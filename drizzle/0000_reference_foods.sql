CREATE TABLE `datasets` (
	`id` int AUTO_INCREMENT NOT NULL,
	`slug` varchar(40) NOT NULL,
	`name` varchar(200) NOT NULL,
	`release` varchar(80) NOT NULL,
	`publisher` varchar(200) NOT NULL,
	`licence` varchar(200) NOT NULL,
	`source_note` varchar(400) NOT NULL DEFAULT '',
	`food_count` int NOT NULL DEFAULT 0,
	`imported_at` timestamp NOT NULL DEFAULT (now()),
	CONSTRAINT `datasets_id` PRIMARY KEY(`id`),
	CONSTRAINT `datasets_slug_uq` UNIQUE(`slug`)
);
--> statement-breakpoint
CREATE TABLE `food_nutrients` (
	`food_id` int NOT NULL,
	`nutrient_key` varchar(40) NOT NULL,
	`amount` double NOT NULL,
	CONSTRAINT `food_nutrients_food_id_nutrient_key_pk` PRIMARY KEY(`food_id`,`nutrient_key`)
);
--> statement-breakpoint
CREATE TABLE `food_weights` (
	`id` bigint unsigned AUTO_INCREMENT NOT NULL,
	`food_id` int NOT NULL,
	`seq` tinyint NOT NULL,
	`description` varchar(200) NOT NULL,
	`grams` double NOT NULL,
	CONSTRAINT `food_weights_id` PRIMARY KEY(`id`),
	CONSTRAINT `food_weights_food_seq_uq` UNIQUE(`food_id`,`seq`)
);
--> statement-breakpoint
CREATE TABLE `foods` (
	`id` int AUTO_INCREMENT NOT NULL,
	`dataset_id` int NOT NULL,
	`code` varchar(20) NOT NULL,
	`name` varchar(255) NOT NULL,
	`original_name` varchar(255) NOT NULL,
	`food_group` varchar(80) NOT NULL,
	`refuse_pct` double,
	`rawness` tinyint NOT NULL DEFAULT 5,
	`search_text` text NOT NULL,
	CONSTRAINT `foods_id` PRIMARY KEY(`id`),
	CONSTRAINT `foods_dataset_code_uq` UNIQUE(`dataset_id`,`code`)
);
--> statement-breakpoint
CREATE TABLE `nutrients` (
	`key` varchar(40) NOT NULL,
	`name` varchar(80) NOT NULL,
	`unit` varchar(8) NOT NULL,
	`nutrient_group` varchar(16) NOT NULL,
	`sort_order` smallint NOT NULL,
	CONSTRAINT `nutrients_key` PRIMARY KEY(`key`)
);
--> statement-breakpoint
ALTER TABLE `food_nutrients` ADD CONSTRAINT `food_nutrients_food_id_foods_id_fk` FOREIGN KEY (`food_id`) REFERENCES `foods`(`id`) ON DELETE cascade ON UPDATE no action;--> statement-breakpoint
ALTER TABLE `food_nutrients` ADD CONSTRAINT `food_nutrients_nutrient_key_nutrients_key_fk` FOREIGN KEY (`nutrient_key`) REFERENCES `nutrients`(`key`) ON DELETE no action ON UPDATE no action;--> statement-breakpoint
ALTER TABLE `food_weights` ADD CONSTRAINT `food_weights_food_id_foods_id_fk` FOREIGN KEY (`food_id`) REFERENCES `foods`(`id`) ON DELETE cascade ON UPDATE no action;--> statement-breakpoint
ALTER TABLE `foods` ADD CONSTRAINT `foods_dataset_id_datasets_id_fk` FOREIGN KEY (`dataset_id`) REFERENCES `datasets`(`id`) ON DELETE cascade ON UPDATE no action;--> statement-breakpoint
CREATE INDEX `food_nutrients_key_idx` ON `food_nutrients` (`nutrient_key`);--> statement-breakpoint
CREATE INDEX `foods_code_idx` ON `foods` (`code`);--> statement-breakpoint
CREATE INDEX `foods_group_idx` ON `foods` (`food_group`);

#### What is needed:
Please copy only the lines between the first line of the entries and the line with "varchar(400) NOT NULL", keeping those two end lines as well, exactly as written.

#### Written solution:
filename drizzle/0000_reference_foods.sql
CREATE TABLE `datasets` (
	`id` int AUTO_INCREMENT NOT NULL,
	`slug` varchar(40) NOT NULL,
	`name` varchar(200) NOT NULL,
	`release` varchar(80) NOT NULL,
	`publisher` varchar(200) NOT NULL,
	`licence` varchar(200) NOT NULL,
	`source_note` varchar(400) NOT NULL DEFAULT '',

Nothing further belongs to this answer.